§ **Your task**
Search the listing below for the line containing "differ (the classic F". From there through the line containing "use super::kruskal::kruskal_wallis;", transcribe every line exactly, both ends included.
Segment Start: Input data
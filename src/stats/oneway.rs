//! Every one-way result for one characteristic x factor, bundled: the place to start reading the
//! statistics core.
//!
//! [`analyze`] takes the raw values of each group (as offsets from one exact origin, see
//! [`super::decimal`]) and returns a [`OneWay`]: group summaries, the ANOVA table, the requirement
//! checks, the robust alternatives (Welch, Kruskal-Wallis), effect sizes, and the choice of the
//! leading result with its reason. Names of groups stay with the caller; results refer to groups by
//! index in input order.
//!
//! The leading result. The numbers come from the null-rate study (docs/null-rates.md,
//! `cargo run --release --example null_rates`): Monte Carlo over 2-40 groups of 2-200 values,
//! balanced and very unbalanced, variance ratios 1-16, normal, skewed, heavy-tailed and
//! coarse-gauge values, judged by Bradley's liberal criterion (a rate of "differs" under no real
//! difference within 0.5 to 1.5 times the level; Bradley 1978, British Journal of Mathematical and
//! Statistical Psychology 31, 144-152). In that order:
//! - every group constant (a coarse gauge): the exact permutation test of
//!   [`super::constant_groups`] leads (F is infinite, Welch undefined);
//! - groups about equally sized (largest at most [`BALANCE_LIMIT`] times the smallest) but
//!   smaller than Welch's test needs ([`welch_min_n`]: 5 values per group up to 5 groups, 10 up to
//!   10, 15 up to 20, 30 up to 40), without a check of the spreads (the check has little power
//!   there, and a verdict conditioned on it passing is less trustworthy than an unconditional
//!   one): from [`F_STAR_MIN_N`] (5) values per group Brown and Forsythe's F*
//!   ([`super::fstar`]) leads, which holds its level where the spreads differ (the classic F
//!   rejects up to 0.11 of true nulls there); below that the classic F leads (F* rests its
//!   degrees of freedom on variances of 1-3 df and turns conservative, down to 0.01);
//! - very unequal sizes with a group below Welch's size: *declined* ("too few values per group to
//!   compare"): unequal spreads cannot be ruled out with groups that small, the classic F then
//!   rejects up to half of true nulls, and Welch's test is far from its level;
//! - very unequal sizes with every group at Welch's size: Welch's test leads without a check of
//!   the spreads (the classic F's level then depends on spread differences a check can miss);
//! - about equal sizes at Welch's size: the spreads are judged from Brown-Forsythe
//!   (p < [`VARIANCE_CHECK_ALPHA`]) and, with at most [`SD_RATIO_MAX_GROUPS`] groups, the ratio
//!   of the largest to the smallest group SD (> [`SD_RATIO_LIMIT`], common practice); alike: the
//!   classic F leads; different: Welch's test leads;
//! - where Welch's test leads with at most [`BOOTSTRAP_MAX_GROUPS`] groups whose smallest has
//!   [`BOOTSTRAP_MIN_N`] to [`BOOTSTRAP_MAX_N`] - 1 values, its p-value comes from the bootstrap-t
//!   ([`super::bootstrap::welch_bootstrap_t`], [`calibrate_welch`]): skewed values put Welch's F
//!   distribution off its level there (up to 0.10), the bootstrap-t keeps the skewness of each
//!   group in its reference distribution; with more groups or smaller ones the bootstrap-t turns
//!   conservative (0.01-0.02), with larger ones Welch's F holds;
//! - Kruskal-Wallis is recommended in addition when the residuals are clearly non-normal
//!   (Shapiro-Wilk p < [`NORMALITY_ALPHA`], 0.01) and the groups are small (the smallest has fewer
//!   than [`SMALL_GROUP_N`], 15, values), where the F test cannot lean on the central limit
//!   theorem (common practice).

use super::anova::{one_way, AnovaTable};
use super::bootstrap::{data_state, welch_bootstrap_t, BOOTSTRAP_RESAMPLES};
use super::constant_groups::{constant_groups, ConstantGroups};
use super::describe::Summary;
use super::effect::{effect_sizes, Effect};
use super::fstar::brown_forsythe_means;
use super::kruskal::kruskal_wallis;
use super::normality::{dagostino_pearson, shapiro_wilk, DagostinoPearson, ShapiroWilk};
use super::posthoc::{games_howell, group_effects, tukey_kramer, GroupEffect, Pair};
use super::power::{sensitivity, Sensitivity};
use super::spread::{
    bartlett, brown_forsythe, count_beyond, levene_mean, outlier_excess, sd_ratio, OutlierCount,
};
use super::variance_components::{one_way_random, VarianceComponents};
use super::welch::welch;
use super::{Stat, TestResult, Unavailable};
Segment End: Input data
§ **Written solution**
//!   ([`super::fstar`]) leads, which holds its level where the spreads differ (the classic F
//!   rejects up to 0.11 of true nulls there); below that the classic F leads (F* rests its
//!   degrees of freedom on variances of 1-3 df and turns conservative, down to 0.01);
//! - very unequal sizes with a group below Welch's size: *declined* ("too few values per group to
//!   compare"): unequal spreads cannot be ruled out with groups that small, the classic F then
//!   rejects up to half of true nulls, and Welch's test is far from its level;
//! - very unequal sizes with every group at Welch's size: Welch's test leads without a check of
//!   the spreads (the classic F's level then depends on spread differences a check can miss);
//! - about equal sizes at Welch's size: the spreads are judged from Brown-Forsythe
//!   (p < [`VARIANCE_CHECK_ALPHA`]) and, with at most [`SD_RATIO_MAX_GROUPS`] groups, the ratio
//!   of the largest to the smallest group SD (> [`SD_RATIO_LIMIT`], common practice); alike: the
//!   classic F leads; different: Welch's test leads;
//! - where Welch's test leads with at most [`BOOTSTRAP_MAX_GROUPS`] groups whose smallest has
//!   [`BOOTSTRAP_MIN_N`] to [`BOOTSTRAP_MAX_N`] - 1 values, its p-value comes from the bootstrap-t
//!   ([`super::bootstrap::welch_bootstrap_t`], [`calibrate_welch`]): skewed values put Welch's F
//!   distribution off its level there (up to 0.10), the bootstrap-t keeps the skewness of each
//!   group in its reference distribution; with more groups or smaller ones the bootstrap-t turns
//!   conservative (0.01-0.02), with larger ones Welch's F holds;
//! - Kruskal-Wallis is recommended in addition when the residuals are clearly non-normal
//!   (Shapiro-Wilk p < [`NORMALITY_ALPHA`], 0.01) and the groups are small (the smallest has fewer
//!   than [`SMALL_GROUP_N`], 15, values), where the F test cannot lean on the central limit
//!   theorem (common practice).

use super::anova::{one_way, AnovaTable};
use super::bootstrap::{data_state, welch_bootstrap_t, BOOTSTRAP_RESAMPLES};
use super::constant_groups::{constant_groups, ConstantGroups};
use super::describe::Summary;
use super::effect::{effect_sizes, Effect};
use super::fstar::brown_forsythe_means;
use super::kruskal::kruskal_wallis;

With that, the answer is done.